1. The parameter overlapping multi-target sorting method based on azimuth quadratic fitting is characterized by comprising the following steps of:

step 1, caching the input full pulse for a period of time, and performing histogram sorting treatment on the cached full pulse to realize target clustering with distinguishable parameters or orientations;

step 2, obtaining a time-azimuth curve by adopting a quadratic curve fitting algorithm for each clustering result;

step 3, leveling the time-azimuth curve;

step 4, carrying out histogram statistics on the time-azimuth curve after the leveling treatment;

step 5, searching peak values for the statistical results of the histogram;

and 6, carrying out full pulse screening based on the searching result of the peak value to obtain a parameter overlapping multi-target sorting result.

2. The method for sorting the multiple targets by overlapping parameters based on azimuth quadratic fitting according to claim 1, wherein the step 2 is specifically:

let the arrival time of each full pulse be TOA _i (i=1, 2, …, N) orientation is DOA _i (i=1, 2, …, N), where N represents the total number of full pulses;

representing the time-azimuth curve asAll the full pulse directions are combined into one column vector DOA _vec ＝[DOA ₁ ,DOA ₂ ,…,DOA _N ] ^T The arrival time of all full pulses is formed into a column vector TOA _vec ＝[TOA ₁ ,TOA ₂ ,…,TOA _N ] ^T Wherein [] ^T Representing a transpose;

the estimated value of A, B, C obtained by the quadratic curve fitting algorithm is:

where ε is a small positive number and eye (3) represents a diagonal array of order 3.

3. The method for sorting multiple targets by overlapping parameters based on azimuthal quadratic fitting according to claim 2, wherein ε=10 ^-4 Or epsilon=10 ^-5 Or epsilon=10 ^-6 。

4. A method of multi-objective sorting based on parametric overlap of azimuthal quadratic fitting according to claim 3, wherein the time-azimuthal plot after the flattening process is expressed as:

time-azimuth curve after leveling treatment at this timeWhich appears as a straight line.

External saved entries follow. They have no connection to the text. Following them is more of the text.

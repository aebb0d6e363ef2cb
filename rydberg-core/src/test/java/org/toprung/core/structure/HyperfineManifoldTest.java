package org.toprung.core.structure;

import static org.junit.jupiter.api.Assertions.assertEquals;
import static org.junit.jupiter.api.Assertions.assertThrows;
import static org.junit.jupiter.api.Assertions.assertTrue;
import static org.toprung.core.quantity.MagneticField.gauss;
import static org.toprung.core.quantity.MagneticField.tesla;

import net.jqwik.api.ForAll;
import net.jqwik.api.Property;
import net.jqwik.api.constraints.DoubleRange;
import org.junit.jupiter.api.Test;
import org.toprung.angular.Wigner;
import org.toprung.core.atom.HyperfineConstants;
import org.toprung.core.atom.Level;
import org.toprung.core.atom.Species;
import org.toprung.core.quantity.MagneticField;
import org.toprung.core.quantity.PhysicalConstants;

class HyperfineManifoldTest {
  private static final Level RUBIDIUM_GROUND = Level.parse("5S1/2");

  /** Validation: Breit and Rabi, Phys. Rev. 38, 2082 (1931), exact for J = 1/2. */
  @Property(tries = 60, seed = "11")
  void obeysTheBreitRabiFormula(@ForAll @DoubleRange(min = 0, max = 2) double tesla) {
    for (Species species : new Species[] {Species.RUBIDIUM_87, Species.CAESIUM_133}) {
      Level level = species.groundLevel();
      double i = 0.5 * species.doubledNuclearSpin();
      double splitting = species.hyperfine(level).aHertz() * (i + 0.5);
      double magneton = PhysicalConstants.BOHR_MAGNETON_HERTZ_PER_TESLA;
      double x = (species.gJ(level) - species.gI()) * magneton * tesla / splitting;
      HyperfineManifold manifold =
          HyperfineManifold.of(species, level, MagneticField.ofTesla(tesla));
      for (HyperfineManifold.Eigenstate s : manifold.states()) {
        double m = 0.5 * s.doubledM();
        boolean upper = s.doubledF() == species.doubledNuclearSpin() + 1;
        double root = 1 + 4 * m * x / (2 * i + 1) + x * x;
        // the stretched state m = −(I+1/2) is the analytic continuation (1 − x) of the root
        double signedRoot =
            s.doubledM() == -(species.doubledNuclearSpin() + 1)
                ? 1 - x
                : Math.sqrt(Math.max(0, root));
        double expected =
            -splitting / (2 * (2 * i + 1))
                + species.gI() * magneton * m * tesla
                + (upper ? 0.5 : -0.5) * splitting * signedRoot;
        assertEquals(expected, s.energyHertz(), 1e-3 + 1e-12 * Math.abs(expected));
      }
    }
  }

  /** Validation: 6 834.682 610 MHz (Rb-87) and 9 192.631 770 MHz (Cs-133, SI second). */
  @Test
  void hasTheClockSplittings() {
    assertEquals(6834.682610e6, splitting(Species.RUBIDIUM_87), 100);
    assertEquals(9192.631770e6, splitting(Species.CAESIUM_133), 1e-3);
  }

  private static double splitting(Species species) {
    HyperfineManifold m = HyperfineManifold.of(species, species.groundLevel(), gauss(0));
    int tI = species.doubledNuclearSpin();
    return m.state(tI + 1, 0).energyHertz() - m.state(tI - 1, 0).energyHertz();
  }

  /** Exact: the A and B formula of Arimondo, Inguscio and Violino (1977) for each F of J = 3/2. */
  @Test
  void hasTheIntervalsOfAnExcitedLevelAtZeroField() {
    Level level = Level.parse("5P3/2");
    HyperfineConstants c = Species.RUBIDIUM_87.hyperfine(level);
    HyperfineManifold m = HyperfineManifold.of(Species.RUBIDIUM_87, level, gauss(0));
    // F=3: (9/4)A + B/4, F=2: −(3/4)A − (3/4)B, F=1: −(11/4)A + B/4, F=0: −(15/4)A + (5/4)B
    assertEquals(2.25 * c.aHertz() + 0.25 * c.bHertz(), m.state(6, 0).energyHertz(), 1e-3);
    assertEquals(-0.75 * c.aHertz() - 0.75 * c.bHertz(), m.state(4, 0).energyHertz(), 1e-3);
    assertEquals(-2.75 * c.aHertz() + 0.25 * c.bHertz(), m.state(2, 0).energyHertz(), 1e-3);
    assertEquals(-3.75 * c.aHertz() + 1.25 * c.bHertz(), m.state(0, 0).energyHertz(), 1e-3);
  }

  /** Exact: at zero field the eigenvectors are Clebsch-Gordan coefficients, up to a sign. */
  @Test
  void couplesSpinsWithClebschGordanCoefficientsAtZeroField() {
    HyperfineManifold m =
        HyperfineManifold.of(Species.CAESIUM_133, Level.parse("7P3/2"), gauss(1e-9));
    for (HyperfineManifold.Eigenstate s : m.states()) {
      for (int k = 0; k < s.components(); k++) {
        int tMj = s.doubledMj(k);
        double exact =
            Wigner.clebschGordanDoubled(3, tMj, 7, s.doubledM() - tMj, s.doubledF(), s.doubledM());
        assertEquals(Math.abs(exact), Math.abs(s.amplitude(k)), 1e-6);
      }
    }
  }

  /** Validation: g_F = 1/2 for F = 2, 0.70 MHz/G per mF (Rb-87 ground level, common practice). */
  @Test
  void hasTheWeakFieldSlopeOfTheGroundLevel() {
    HyperfineManifold m = HyperfineManifold.of(Species.RUBIDIUM_87, RUBIDIUM_GROUND, gauss(0.01));
    assertEquals(0.70e6, m.state(4, 2).hertzPerTesla() * 1e-4, 0.005e6);
    assertEquals(1.40e6, m.state(4, 4).hertzPerTesla() * 1e-4, 0.005e6);
    assertEquals(-0.70e6, m.state(2, 2).hertzPerTesla() * 1e-4, 0.005e6);
  }

  @Test
  void givesTheDerivativeOfTheEnergy() {
    Level level = Level.parse("6P3/2");
    double step = 1e-6;
    HyperfineManifold low = HyperfineManifold.of(Species.RUBIDIUM_87, level, tesla(0.003 - step));
    HyperfineManifold mid = HyperfineManifold.of(Species.RUBIDIUM_87, level, tesla(0.003));
    HyperfineManifold high = HyperfineManifold.of(Species.RUBIDIUM_87, level, tesla(0.003 + step));
    for (HyperfineManifold.Eigenstate s : mid.states()) {
      double numeric =
          (high.state(s.doubledF(), s.doubledM()).energyHertz()
                  - low.state(s.doubledF(), s.doubledM()).energyHertz())
              / (2 * step);
      assertEquals(numeric, s.hertzPerTesla(), 1e-5 * 1e10);
    }
  }

  @Test
  void countsEverySublevelOnceAndKeepsTheCentreOfGravity() {
    HyperfineManifold m =
        HyperfineManifold.of(Species.CAESIUM_133, Level.parse("7P3/2"), gauss(30));
    assertEquals(32, m.states().size());
    double sum = m.states().stream().mapToDouble(s -> s.energyHertz()).sum();
    assertEquals(0, sum, 1e-2);
    assertTrue(m.states().stream().map(Object::toString).distinct().count() == 32);
  }

  @Test
  void refusesASublevelThatDoesNotExist() {
    HyperfineManifold m = HyperfineManifold.of(Species.RUBIDIUM_87, RUBIDIUM_GROUND, gauss(1));
    IllegalArgumentException e = assertThrows(IllegalArgumentException.class, () -> m.state(6, 0));
    assertTrue(e.getMessage().contains("F=3"), e.getMessage());
  }

  // quadratic shift of the clock transition: Rb-87 575.14 Hz/G² (Bize et al., Europhys. Lett. 45,
  // 558
  // (1999)), Cs 427.45 Hz/G² (common practice of caesium clocks), from the difference of the
  // sublevels
  @org.junit.jupiter.params.ParameterizedTest
  @org.junit.jupiter.params.provider.CsvSource({
    "Rb-87,5S1/2,1,2,575.14",
    "Cs-133,6S1/2,3,4,427.45"
  })
  void clockTransitionsShiftQuadratically(
      String name, String level, int lower, int upper, double hertzPerSquareGauss) {
    double gauss = 0.5;
    double shift =
        clockHertz(name, level, lower, upper, gauss) - clockHertz(name, level, lower, upper, 0);
    assertEquals(hertzPerSquareGauss, shift / (gauss * gauss), 0.1);
  }

  private static double clockHertz(String name, String level, int lower, int upper, double gauss) {
    HyperfineManifold manifold =
        HyperfineManifold.of(Species.parse(name), Level.parse(level), MagneticField.gauss(gauss));
    return manifold.state(2 * upper, 0).energyHertz() - manifold.state(2 * lower, 0).energyHertz();
  }
}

5. The method for sorting multiple targets by parameter overlap based on azimuth quadratic fit according to claim 4, wherein in step 4, the time-azimuth curve after leveling is processed based on azimuth measurement resolution δAnd carrying out histogram statistics.

6. The method for sorting multiple targets by overlapping parameters based on azimuth quadratic fitting according to claim 5, wherein step 4 is specifically:

time-azimuth curve after leveling treatmentMinimum value +.>To maximum->Dividing a histogram interval according to the interval delta; assuming that there are M histogram bins in total, the range of the mth histogram bin isWalk->Treatment, if->If the histogram falls into the histogram interval, the histogram value of the histogram interval is added with 1, so as to obtain a histogram statistical result Hist _m ,(m＝1,2,…,M)。

7. The method for sorting multiple targets by overlapping parameters based on azimuth quadratic fit according to claim 6, wherein in step 5, the calculation formula for searching peak values for histogram statistics is:

Hist _m >Hist _m-1 &Hist _m >Hist _m-2 &Hist _m ≥Hist _m+1 &Hist _m ≥Hist _m+2 &Hist _m ≥Thres

where Thres is the threshold set.

8. The method for sorting multiple targets by overlapping parameters based on azimuth quadratic fitting according to claim 7, wherein step 6 is specifically:

let N peaks in total and N (n=1, 2, …, N) Peak positions be Peak (N), the sorting result corresponds toThe range of the value range is as follows:

and the original full pulse is indexed based on the index, so that a parameter overlapping multi-target sorting result is realized.